Collected data:
______________________________

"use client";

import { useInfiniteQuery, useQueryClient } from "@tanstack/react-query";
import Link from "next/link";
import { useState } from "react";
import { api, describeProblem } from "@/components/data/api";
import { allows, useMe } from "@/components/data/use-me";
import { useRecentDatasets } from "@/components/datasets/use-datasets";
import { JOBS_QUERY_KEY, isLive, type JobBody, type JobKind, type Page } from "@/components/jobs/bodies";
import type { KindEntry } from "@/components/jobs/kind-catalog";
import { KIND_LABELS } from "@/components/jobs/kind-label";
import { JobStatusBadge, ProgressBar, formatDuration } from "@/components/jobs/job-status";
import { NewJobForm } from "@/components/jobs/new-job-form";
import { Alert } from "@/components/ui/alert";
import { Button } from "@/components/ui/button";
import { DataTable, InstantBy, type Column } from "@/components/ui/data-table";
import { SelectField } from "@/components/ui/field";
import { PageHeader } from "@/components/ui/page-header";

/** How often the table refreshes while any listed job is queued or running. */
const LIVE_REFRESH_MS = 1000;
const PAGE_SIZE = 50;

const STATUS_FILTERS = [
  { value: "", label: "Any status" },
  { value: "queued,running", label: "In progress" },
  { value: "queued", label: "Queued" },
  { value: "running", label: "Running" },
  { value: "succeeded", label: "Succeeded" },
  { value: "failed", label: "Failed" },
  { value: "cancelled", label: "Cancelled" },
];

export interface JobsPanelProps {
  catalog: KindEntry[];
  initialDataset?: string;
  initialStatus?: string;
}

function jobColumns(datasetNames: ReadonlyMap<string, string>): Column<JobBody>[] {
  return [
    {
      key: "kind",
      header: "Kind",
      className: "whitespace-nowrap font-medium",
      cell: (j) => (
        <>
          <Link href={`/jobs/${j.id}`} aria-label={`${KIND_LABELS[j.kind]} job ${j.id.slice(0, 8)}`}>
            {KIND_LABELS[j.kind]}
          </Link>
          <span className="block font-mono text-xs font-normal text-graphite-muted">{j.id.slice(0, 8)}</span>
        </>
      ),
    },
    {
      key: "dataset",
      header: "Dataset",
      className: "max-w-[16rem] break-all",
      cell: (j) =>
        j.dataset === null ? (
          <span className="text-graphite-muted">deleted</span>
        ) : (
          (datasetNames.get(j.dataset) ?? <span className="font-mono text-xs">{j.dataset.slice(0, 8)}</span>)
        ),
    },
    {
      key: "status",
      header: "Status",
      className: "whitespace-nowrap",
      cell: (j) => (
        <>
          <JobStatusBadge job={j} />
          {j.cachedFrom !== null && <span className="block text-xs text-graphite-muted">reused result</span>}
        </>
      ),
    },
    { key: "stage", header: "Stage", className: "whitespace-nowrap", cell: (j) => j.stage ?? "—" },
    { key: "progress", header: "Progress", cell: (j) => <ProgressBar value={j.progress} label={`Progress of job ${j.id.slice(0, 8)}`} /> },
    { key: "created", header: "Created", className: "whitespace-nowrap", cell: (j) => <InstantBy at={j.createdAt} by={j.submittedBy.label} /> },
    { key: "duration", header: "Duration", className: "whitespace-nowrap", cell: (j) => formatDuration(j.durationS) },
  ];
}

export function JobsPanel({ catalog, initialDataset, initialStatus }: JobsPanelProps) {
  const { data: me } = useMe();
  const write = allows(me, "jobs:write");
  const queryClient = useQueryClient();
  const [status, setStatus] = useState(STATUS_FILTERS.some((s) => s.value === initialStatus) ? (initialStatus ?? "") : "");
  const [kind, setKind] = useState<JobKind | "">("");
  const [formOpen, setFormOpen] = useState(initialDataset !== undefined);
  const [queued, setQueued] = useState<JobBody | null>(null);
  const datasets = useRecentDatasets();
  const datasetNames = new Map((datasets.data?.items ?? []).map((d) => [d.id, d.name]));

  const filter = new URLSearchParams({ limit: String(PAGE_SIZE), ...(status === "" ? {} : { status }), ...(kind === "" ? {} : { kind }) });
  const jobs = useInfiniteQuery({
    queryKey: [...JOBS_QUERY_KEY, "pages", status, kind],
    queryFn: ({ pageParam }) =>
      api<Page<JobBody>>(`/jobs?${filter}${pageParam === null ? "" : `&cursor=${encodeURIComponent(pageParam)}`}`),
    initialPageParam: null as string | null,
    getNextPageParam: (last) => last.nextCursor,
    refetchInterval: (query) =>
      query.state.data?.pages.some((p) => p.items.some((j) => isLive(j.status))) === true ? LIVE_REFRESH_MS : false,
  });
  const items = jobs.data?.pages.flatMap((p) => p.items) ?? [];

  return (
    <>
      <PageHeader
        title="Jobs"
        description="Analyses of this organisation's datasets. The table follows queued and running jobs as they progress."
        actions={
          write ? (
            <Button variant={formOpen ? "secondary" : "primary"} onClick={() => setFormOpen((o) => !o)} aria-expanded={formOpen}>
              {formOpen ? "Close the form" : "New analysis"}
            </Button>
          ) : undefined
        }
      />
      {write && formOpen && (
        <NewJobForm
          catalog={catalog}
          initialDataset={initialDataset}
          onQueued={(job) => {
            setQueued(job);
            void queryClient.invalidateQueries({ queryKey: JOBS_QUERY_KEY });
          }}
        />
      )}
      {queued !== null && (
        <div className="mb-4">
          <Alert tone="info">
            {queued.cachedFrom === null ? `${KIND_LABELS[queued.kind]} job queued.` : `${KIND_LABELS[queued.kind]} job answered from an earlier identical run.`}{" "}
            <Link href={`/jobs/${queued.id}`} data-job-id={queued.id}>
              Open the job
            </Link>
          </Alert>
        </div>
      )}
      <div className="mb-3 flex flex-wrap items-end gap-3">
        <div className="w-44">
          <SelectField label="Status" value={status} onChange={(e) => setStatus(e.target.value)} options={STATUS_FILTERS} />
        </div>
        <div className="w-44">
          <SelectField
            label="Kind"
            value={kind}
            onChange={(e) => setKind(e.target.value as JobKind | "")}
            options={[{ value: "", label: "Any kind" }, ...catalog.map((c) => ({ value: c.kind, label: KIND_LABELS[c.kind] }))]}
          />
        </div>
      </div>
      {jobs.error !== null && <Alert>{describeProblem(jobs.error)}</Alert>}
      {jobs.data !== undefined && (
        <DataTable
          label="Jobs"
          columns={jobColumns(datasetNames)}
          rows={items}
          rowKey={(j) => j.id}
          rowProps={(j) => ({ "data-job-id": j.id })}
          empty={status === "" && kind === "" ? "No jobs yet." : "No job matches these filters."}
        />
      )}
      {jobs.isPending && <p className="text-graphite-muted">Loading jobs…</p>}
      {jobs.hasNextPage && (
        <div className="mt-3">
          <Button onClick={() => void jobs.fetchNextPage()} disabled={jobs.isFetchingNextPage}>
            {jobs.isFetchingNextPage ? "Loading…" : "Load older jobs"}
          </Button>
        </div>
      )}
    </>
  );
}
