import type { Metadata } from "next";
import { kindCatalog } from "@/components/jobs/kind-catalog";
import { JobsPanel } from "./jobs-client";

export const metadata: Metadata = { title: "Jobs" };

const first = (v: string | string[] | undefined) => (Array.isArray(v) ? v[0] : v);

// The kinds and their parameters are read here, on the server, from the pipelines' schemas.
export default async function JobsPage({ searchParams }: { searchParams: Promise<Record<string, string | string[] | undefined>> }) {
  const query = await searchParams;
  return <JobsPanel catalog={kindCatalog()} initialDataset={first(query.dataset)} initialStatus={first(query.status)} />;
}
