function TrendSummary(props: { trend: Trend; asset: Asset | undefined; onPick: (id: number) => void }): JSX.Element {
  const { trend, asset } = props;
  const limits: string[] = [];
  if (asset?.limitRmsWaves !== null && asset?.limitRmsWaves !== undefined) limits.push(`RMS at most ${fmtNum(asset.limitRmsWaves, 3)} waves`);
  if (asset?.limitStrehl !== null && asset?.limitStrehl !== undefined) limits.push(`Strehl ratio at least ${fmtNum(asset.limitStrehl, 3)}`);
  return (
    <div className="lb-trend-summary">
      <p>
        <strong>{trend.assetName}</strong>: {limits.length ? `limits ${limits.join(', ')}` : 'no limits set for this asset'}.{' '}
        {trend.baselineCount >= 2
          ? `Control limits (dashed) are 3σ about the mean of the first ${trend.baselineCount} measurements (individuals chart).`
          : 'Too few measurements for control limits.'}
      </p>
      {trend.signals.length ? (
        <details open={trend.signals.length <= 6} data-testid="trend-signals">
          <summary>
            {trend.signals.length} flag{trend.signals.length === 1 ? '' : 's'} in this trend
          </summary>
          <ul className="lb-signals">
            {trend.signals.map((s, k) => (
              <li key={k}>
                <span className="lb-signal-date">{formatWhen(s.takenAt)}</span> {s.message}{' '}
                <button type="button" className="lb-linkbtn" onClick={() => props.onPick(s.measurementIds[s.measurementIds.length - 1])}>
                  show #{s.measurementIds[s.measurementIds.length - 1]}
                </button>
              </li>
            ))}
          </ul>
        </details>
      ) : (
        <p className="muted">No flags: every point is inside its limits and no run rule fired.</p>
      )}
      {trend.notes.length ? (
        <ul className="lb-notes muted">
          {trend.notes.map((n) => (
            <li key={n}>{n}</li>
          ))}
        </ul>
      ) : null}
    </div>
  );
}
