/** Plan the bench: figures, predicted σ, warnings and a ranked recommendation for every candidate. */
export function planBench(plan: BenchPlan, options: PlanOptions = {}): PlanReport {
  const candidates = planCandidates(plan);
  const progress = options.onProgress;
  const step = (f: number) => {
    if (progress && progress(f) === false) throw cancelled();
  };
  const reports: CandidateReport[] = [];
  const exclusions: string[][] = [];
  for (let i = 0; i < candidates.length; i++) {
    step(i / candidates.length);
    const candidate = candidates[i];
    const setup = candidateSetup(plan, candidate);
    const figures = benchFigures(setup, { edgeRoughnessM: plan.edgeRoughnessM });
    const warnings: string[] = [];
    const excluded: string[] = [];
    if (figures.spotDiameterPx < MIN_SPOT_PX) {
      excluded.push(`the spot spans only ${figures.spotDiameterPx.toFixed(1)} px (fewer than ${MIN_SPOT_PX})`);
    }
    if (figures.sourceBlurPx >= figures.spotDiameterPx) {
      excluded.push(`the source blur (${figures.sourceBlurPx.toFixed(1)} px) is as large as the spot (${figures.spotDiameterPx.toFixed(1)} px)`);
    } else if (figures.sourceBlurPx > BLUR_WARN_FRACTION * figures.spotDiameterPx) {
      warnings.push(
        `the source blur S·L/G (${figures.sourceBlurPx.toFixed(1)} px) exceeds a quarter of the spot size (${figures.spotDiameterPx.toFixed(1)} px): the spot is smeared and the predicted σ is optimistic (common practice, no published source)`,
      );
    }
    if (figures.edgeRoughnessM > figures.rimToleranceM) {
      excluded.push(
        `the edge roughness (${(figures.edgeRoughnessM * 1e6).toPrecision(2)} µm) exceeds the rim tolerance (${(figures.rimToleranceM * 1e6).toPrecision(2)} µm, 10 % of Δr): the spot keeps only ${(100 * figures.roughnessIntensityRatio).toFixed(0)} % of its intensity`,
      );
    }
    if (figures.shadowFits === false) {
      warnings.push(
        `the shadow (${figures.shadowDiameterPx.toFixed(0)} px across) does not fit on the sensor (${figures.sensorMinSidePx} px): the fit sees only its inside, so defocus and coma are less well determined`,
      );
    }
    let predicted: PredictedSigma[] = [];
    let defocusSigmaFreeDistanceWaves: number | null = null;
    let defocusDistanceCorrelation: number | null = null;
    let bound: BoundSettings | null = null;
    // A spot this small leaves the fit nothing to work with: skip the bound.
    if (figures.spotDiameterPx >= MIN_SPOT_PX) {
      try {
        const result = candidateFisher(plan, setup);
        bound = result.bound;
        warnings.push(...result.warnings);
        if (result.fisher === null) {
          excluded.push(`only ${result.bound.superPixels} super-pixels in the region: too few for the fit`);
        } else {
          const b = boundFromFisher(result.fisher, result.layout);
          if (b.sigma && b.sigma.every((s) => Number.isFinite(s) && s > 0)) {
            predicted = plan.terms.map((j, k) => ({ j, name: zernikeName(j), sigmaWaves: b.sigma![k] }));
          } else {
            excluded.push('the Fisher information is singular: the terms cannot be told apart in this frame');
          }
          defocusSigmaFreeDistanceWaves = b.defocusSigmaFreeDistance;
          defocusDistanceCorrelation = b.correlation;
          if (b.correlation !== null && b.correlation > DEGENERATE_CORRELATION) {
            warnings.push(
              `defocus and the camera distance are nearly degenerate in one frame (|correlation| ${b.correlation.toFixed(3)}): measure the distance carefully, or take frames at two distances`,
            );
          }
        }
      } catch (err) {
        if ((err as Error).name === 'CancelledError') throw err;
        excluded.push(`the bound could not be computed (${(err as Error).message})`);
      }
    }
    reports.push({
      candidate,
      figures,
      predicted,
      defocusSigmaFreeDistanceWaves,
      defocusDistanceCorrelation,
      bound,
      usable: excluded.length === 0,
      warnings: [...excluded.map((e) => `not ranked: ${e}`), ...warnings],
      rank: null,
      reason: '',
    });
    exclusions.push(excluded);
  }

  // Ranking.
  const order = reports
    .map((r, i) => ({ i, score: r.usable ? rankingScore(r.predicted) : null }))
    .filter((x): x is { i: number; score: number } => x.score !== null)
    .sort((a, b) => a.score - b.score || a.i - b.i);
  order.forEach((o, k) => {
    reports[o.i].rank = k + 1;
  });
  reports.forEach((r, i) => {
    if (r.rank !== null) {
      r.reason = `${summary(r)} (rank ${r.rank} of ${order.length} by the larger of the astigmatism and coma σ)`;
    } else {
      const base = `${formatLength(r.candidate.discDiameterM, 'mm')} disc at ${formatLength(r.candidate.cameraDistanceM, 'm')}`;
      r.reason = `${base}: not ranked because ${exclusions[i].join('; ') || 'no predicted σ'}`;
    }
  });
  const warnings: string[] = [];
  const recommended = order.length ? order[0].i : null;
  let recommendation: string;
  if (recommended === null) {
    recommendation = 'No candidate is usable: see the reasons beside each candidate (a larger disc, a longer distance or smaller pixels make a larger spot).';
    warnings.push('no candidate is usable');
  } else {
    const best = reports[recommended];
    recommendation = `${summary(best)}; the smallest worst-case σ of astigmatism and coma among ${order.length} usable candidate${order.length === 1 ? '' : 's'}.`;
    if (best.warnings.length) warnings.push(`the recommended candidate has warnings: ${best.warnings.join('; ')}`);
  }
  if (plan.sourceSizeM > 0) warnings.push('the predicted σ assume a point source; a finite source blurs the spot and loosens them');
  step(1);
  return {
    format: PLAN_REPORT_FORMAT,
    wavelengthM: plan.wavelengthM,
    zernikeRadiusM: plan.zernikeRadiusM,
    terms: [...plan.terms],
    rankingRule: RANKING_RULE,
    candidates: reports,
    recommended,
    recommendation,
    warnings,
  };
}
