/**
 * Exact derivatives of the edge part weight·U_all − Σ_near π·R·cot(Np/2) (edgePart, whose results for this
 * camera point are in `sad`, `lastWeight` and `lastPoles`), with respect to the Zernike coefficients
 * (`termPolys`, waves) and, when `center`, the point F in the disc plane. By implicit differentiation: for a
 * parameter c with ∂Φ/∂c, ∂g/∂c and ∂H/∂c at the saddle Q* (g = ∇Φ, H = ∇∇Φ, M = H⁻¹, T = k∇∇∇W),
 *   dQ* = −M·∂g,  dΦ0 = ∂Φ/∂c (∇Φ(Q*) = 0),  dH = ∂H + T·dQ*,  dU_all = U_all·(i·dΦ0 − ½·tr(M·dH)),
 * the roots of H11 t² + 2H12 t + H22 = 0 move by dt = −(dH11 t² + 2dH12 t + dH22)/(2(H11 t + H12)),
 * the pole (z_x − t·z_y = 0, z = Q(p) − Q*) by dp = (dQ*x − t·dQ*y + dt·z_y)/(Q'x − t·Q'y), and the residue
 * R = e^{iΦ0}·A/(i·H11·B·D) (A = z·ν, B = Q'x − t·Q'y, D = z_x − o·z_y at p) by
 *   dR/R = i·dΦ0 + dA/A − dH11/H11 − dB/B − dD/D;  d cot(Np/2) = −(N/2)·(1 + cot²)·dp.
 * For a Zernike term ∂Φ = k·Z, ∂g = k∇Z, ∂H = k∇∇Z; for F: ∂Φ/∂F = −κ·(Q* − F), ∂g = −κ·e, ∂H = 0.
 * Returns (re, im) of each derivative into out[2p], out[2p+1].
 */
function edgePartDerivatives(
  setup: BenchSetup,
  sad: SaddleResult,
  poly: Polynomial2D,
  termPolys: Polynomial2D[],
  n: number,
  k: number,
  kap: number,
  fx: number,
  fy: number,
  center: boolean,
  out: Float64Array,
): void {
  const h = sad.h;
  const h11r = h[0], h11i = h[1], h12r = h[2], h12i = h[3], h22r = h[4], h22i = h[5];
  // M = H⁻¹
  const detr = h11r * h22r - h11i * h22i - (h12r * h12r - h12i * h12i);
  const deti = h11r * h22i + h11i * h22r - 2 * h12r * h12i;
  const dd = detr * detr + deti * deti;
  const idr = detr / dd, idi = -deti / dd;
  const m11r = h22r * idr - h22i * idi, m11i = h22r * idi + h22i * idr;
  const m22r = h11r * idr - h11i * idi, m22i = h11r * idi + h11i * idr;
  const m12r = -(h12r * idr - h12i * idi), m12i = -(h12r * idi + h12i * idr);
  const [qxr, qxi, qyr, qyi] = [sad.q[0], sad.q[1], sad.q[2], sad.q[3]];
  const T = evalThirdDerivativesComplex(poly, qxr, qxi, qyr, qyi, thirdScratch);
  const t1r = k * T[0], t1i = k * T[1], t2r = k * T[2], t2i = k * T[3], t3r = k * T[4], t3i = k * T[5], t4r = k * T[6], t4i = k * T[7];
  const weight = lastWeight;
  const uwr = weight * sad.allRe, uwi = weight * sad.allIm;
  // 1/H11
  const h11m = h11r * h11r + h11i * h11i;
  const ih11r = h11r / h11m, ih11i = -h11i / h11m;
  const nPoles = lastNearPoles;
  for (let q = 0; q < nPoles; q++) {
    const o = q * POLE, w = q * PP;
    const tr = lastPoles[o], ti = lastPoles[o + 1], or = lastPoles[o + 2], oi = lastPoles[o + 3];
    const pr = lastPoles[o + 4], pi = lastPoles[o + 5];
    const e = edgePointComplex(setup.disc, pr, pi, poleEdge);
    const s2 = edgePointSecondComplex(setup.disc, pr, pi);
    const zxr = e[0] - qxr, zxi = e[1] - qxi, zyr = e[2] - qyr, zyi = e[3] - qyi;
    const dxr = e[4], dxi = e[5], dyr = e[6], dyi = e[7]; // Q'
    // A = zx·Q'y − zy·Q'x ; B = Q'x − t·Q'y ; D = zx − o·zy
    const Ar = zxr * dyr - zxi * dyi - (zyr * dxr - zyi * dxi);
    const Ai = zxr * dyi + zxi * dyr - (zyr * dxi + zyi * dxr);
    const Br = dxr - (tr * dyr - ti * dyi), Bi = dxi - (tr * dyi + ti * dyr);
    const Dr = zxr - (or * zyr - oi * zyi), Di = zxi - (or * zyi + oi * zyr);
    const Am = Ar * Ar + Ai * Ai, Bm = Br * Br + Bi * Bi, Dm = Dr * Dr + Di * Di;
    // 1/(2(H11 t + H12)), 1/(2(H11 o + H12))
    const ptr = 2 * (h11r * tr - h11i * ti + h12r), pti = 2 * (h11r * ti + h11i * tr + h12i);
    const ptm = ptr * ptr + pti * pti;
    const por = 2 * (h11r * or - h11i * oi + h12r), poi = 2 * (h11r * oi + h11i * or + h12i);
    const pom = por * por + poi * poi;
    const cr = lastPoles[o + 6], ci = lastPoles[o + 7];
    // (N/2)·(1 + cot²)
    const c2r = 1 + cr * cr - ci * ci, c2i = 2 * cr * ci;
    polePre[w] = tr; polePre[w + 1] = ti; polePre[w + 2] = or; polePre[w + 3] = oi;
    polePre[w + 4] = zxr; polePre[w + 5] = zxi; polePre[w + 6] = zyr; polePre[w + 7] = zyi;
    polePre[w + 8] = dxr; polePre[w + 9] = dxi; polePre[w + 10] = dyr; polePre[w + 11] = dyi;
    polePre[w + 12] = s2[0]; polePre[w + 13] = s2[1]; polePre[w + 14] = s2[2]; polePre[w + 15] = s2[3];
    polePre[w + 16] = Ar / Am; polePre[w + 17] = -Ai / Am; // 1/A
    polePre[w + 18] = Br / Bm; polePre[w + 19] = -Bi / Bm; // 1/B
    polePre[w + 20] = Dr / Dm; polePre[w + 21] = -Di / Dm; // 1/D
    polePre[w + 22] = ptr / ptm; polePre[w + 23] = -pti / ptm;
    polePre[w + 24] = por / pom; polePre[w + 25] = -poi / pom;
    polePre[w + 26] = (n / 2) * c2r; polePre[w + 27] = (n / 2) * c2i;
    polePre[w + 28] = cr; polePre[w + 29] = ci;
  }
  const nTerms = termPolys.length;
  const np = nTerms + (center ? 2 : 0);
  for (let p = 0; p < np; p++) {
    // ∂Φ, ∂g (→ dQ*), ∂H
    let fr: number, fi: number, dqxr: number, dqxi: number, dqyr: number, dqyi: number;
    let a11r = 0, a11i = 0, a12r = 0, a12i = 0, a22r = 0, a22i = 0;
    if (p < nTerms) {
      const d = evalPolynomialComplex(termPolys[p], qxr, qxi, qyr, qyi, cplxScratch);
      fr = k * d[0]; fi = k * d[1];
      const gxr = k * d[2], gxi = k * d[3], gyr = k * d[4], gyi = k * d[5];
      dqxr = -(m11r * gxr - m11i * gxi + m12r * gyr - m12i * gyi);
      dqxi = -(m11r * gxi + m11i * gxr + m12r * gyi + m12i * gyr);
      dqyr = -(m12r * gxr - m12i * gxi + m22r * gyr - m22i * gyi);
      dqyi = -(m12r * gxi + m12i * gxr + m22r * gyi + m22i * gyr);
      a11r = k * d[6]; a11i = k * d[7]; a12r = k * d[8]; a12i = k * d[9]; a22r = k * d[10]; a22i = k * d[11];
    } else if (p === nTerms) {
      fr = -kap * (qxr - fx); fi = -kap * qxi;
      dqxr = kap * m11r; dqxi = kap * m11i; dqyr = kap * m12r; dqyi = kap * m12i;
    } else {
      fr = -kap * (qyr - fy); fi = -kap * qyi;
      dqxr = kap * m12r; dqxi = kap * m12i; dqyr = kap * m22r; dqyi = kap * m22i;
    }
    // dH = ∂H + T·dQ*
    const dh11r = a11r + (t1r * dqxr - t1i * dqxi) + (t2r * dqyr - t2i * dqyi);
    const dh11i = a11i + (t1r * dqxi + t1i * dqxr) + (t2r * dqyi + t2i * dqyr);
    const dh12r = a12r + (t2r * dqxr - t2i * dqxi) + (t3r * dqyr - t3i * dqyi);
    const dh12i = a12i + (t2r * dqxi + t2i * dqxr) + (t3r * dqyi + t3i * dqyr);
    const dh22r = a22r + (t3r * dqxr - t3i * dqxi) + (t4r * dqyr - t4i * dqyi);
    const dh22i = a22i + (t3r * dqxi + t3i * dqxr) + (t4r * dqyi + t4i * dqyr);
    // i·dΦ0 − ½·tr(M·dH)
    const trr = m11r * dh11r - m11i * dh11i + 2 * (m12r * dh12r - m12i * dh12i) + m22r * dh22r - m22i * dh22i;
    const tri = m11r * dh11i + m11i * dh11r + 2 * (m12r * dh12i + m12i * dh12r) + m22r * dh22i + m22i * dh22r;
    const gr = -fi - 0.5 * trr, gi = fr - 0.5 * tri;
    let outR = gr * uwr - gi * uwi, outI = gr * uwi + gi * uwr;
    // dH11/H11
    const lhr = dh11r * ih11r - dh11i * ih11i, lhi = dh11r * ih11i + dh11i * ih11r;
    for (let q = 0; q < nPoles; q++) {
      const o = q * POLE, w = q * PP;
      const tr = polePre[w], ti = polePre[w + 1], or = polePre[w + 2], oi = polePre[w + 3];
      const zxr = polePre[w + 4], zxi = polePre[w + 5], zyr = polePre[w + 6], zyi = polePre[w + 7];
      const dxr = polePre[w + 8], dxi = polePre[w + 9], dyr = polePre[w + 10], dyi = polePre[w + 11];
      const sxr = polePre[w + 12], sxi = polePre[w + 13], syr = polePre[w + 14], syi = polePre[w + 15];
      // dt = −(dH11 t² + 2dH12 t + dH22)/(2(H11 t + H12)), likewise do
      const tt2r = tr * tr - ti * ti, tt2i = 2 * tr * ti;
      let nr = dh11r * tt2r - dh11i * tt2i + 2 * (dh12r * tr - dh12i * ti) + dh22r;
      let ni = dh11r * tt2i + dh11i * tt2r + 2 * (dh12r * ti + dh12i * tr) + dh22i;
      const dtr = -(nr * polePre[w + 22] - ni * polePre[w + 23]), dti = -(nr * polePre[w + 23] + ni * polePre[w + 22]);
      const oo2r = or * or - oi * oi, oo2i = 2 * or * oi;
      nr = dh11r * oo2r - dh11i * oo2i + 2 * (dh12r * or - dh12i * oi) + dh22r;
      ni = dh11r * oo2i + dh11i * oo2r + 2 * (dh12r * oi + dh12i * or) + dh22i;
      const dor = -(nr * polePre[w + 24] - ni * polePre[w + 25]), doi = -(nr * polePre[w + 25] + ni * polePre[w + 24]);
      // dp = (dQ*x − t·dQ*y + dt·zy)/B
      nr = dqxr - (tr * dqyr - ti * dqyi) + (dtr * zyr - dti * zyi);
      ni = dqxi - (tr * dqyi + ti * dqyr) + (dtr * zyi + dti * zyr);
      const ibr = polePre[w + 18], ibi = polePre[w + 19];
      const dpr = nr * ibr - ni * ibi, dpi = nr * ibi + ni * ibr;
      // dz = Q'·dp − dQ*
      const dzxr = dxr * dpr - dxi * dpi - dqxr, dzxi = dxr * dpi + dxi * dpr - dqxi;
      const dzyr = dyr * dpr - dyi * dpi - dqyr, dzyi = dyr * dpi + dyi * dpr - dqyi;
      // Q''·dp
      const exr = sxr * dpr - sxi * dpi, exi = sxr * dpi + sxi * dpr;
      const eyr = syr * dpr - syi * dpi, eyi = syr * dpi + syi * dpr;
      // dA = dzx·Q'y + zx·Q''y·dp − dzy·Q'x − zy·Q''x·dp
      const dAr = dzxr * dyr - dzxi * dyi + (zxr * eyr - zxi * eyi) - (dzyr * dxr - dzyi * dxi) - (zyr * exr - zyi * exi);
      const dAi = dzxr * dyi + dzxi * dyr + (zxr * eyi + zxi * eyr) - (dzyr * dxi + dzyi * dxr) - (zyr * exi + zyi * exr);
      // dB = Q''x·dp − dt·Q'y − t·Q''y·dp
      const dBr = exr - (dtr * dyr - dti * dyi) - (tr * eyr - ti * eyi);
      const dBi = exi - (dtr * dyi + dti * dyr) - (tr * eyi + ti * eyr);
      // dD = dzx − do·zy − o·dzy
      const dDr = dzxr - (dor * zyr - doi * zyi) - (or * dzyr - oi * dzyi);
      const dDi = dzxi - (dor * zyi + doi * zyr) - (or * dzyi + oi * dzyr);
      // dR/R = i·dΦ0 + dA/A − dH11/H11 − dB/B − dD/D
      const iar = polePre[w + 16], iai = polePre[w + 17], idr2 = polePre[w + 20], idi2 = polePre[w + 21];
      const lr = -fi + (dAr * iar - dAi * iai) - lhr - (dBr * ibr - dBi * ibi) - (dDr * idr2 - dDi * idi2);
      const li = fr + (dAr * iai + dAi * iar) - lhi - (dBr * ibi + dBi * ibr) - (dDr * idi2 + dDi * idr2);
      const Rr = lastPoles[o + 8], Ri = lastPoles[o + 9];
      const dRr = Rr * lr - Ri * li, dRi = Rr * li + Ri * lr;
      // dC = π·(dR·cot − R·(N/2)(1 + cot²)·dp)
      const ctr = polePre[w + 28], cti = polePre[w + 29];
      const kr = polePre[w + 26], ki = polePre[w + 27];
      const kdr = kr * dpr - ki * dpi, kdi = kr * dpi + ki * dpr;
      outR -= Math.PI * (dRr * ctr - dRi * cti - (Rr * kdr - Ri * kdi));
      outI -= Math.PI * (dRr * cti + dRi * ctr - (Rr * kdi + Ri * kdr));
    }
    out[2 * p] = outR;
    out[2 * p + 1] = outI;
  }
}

______________________________

__EXERCISE DIRECTIONS__
Starting at the line that has "const Dr = zxr" in the records above, restate word for word every line until the one that has "const por = 2", and include that one as well.

__THE ANSWER__
    const Dr = zxr - (or * zyr - oi * zyi), Di = zxi - (or * zyi + oi * zyr);
    const Am = Ar * Ar + Ai * Ai, Bm = Br * Br + Bi * Bi, Dm = Dr * Dr + Di * Di;
    // 1/(2(H11 t + H12)), 1/(2(H11 o + H12))
    const ptr = 2 * (h11r * tr - h11i * ti + h12r), pti = 2 * (h11r * ti + h11i * tr + h12i);
    const ptm = ptr * ptr + pti * pti;
    const por = 2 * (h11r * or - h11i * oi + h12r), poi = 2 * (h11r * oi + h11i * or + h12i);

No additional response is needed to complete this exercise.